Absolutely agree with Karen- electric makes life easier if you can get it in your barn - lights, heat lamps if needed, disbudding irons, etc. etc.

If you are starting out I would concentrate on one breed. So much to learn with each, and with your herd being small, much easier to manage and build your preferences and quality.


----------



## groovyoldlady (Jul 21, 2011)

I started out with just one Nubian and one Nigerian. They shared a pen and a stall and did fine together. I'm sure it depends on their individual temperaments.

Chickens can be wonderful to keep with/near your goats. They eat parasites!!! However, you need to make sure the goats cannot get to the chicken feed and that the chickens can't roost above the feed or water of your goats.


----------



## catharina (Mar 17, 2016)

How about 2 Mini Nubians?

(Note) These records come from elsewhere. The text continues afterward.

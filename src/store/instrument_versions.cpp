#include "store/instrument_versions.hpp"

#include <SQLiteCpp/Statement.h>
#include <fmt/format.h>

#include "store/columns.hpp"

namespace plumb::store {
namespace {

std::optional<TolerancePolicy::Kind> policy_kind(const SQLite::Column& c) {
  if (c.isNull()) return std::nullopt;
  return c.getString() == "lab" ? TolerancePolicy::Kind::lab : TolerancePolicy::Kind::usp41;
}

/// The registration set: instruments, balances (if a balance) and the identity given then.
constexpr const char* registered_sql =
    "SELECT i.location, i.check_every, i.created_on, i.created_at, i.created_by, b.policy, b.smallest_net_g, "
    "b.max_bias_g, b.max_sd_g, coalesce(n.maker, ''), coalesce(n.model, ''), coalesce(n.serial_no, ''), "
    "coalesce(n.asset_tag, '') FROM instruments i LEFT JOIN balances b ON b.instrument_id = i.id "
    "LEFT JOIN instrument_identities n ON n.instrument_id = i.id WHERE i.id = ?";

constexpr const char* versions_sql =
    "SELECT id, maker, model, serial_no, asset_tag, location, check_every, policy, smallest_net_g, max_bias_g, "
    "max_sd_g, min_readings, effective_on, reason, created_at, created_by FROM instrument_versions "
    "WHERE instrument_id = ? ORDER BY effective_on, id";

}  // namespace

void add_instrument_identity(Recorder& rec, const std::string& instrument_id, const InstrumentIdentity& identity) {
  rec.insert("instrument_identities",
             {{"instrument_id", instrument_id},
              {"maker", identity.maker},
              {"model", identity.model},
              {"serial_no", identity.serial_no},
              {"asset_tag", identity.asset_tag}},
             {"instrument_id"});
}

std::int64_t add_instrument_version(Recorder& rec, const std::string& instrument_id, const InstrumentAttributes& a) {
  const auto& p = a.balance_policy;
  return rec.insert(
      "instrument_versions",
      {{"instrument_id", instrument_id},
       {"maker", a.identity.maker},
       {"model", a.identity.model},
       {"serial_no", a.identity.serial_no},
       {"asset_tag", a.identity.asset_tag},
       {"location", a.location},
       {"check_every", a.every.to_string()},
       {"policy", p ? Value(p->tolerance.key()) : Value()},
       {"smallest_net_g", p ? grams_value(p->smallest_net) : Value()},
       {"max_bias_g", p ? grams_value(p->tolerance.max_bias) : Value()},
       {"max_sd_g", p ? grams_value(p->tolerance.max_sd) : Value()},
       {"min_readings", p && p->tolerance.min_readings ? Value(static_cast<std::int64_t>(*p->tolerance.min_readings))
                                                       : Value()},
       {"effective_on", to_string(a.effective_on)},
       {"reason", a.reason},
       {"created_at", rec.now()},
       {"created_by", rec.actor().name}},
      {"id"}, a.reason);
}

std::vector<InstrumentAttributes> attribute_history(SQLite::Database& db, const std::string& instrument_id) {
  std::vector<InstrumentAttributes> out;
  SQLite::Statement r(db, registered_sql);
  r.bind(1, instrument_id);
  if (!r.executeStep()) return out;
  InstrumentAttributes first;
  first.location = r.getColumn(0).getString();
  first.every = Interval::parse(r.getColumn(1).getString());
  first.effective_on = stored_date(r.getColumn(2));
  first.recorded_at = r.getColumn(3).getString();
  first.recorded_by = r.getColumn(4).getString();
  first.reason = "registered";
  if (const auto kind = policy_kind(r.getColumn(5))) {
    BalancePolicy p;
    p.tolerance.kind = *kind;
    p.smallest_net = stored_grams_or_none(r.getColumn(6));
    p.tolerance.max_bias = stored_grams_or_none(r.getColumn(7));
    p.tolerance.max_sd = stored_grams_or_none(r.getColumn(8));
    first.balance_policy = p;
  }
  first.identity = {r.getColumn(9).getString(), r.getColumn(10).getString(), r.getColumn(11).getString(),
                    r.getColumn(12).getString()};
  out.push_back(std::move(first));

  SQLite::Statement v(db, versions_sql);
  v.bind(1, instrument_id);
  while (v.executeStep()) {
    InstrumentAttributes a;
    a.version_id = v.getColumn(0).getInt64();
    a.identity = {v.getColumn(1).getString(), v.getColumn(2).getString(), v.getColumn(3).getString(),
                  v.getColumn(4).getString()};
    a.location = v.getColumn(5).getString();
    a.every = Interval::parse(v.getColumn(6).getString());
    if (const auto kind = policy_kind(v.getColumn(7))) {
      BalancePolicy p;
      p.tolerance.kind = *kind;
      p.smallest_net = stored_grams_or_none(v.getColumn(8));
      p.tolerance.max_bias = stored_grams_or_none(v.getColumn(9));
      p.tolerance.max_sd = stored_grams_or_none(v.getColumn(10));
      if (!v.getColumn(11).isNull()) p.tolerance.min_readings = v.getColumn(11).getInt();
      a.balance_policy = p;
    }
    a.effective_on = stored_date(v.getColumn(12));
    a.reason = v.getColumn(13).getString();
    a.recorded_at = v.getColumn(14).getString();
    a.recorded_by = v.getColumn(15).getString();
    out.push_back(std::move(a));
  }
  return out;
}

std::optional<InstrumentAttributes> attributes_on(SQLite::Database& db, const std::string& instrument_id, Date on) {
  auto history = attribute_history(db, instrument_id);
  if (history.empty()) return std::nullopt;
  std::size_t in_force = 0;
  for (std::size_t i = 1; i < history.size(); ++i)
    if (history[i].effective_on <= on) in_force = i;
  return history[in_force];
}

std::string version_join(const std::string& alias, const std::string& instrument_column, int param) {
  return fmt::format(
      " LEFT JOIN instrument_versions {0} ON {0}.id = (SELECT x.id FROM instrument_versions x WHERE x.instrument_id "
      "= {1} AND x.effective_on <= ?{2} ORDER BY x.effective_on DESC, x.id DESC LIMIT 1)",
      alias, instrument_column, param);
}

}  // namespace plumb::store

They're cute!


----------



## goathiker (Apr 14, 2011)

The bad thing about chickens is the fine patina of poop dust that coats everything around their area for a surprisingly far distance. It gets into and on everything. It's truly impossible to have a clean sanitary barn when it's coated in chicken dust.


----------



## HobbyFarm (Oct 13, 2016)

I cannot find a breeder who breeds mini goats only nigerian dwarfs and full size


----------



## Redbarngoatfarm (Jul 8, 2015)

The small ones are hiding  What state/part of the country are you in?


----------



## HobbyFarm (Oct 13, 2016)

Western NY south of Buffalo close to Erie , PA.


----------



## Redbarngoatfarm (Jul 8, 2015)

http://www.udderlytopnotchnigerians.com/

they are very knowledgeable and would likely be able to point you in the right direction, located in Little Valley NY, I think that's not too far...


----------



## catharina (Mar 17, 2016)

Sometimes you have to go sort of far to get the goats you want. A couple little ones can fit in a big dog carrier though, so it's not such a big deal--not like buying a horse. You don't even need a truck. One advantage would be that then you'd be the only breeder in your area & the kids should sell OK. You'd have to figure out how you could get your does bred though, if the nearest buck is a day away.


----------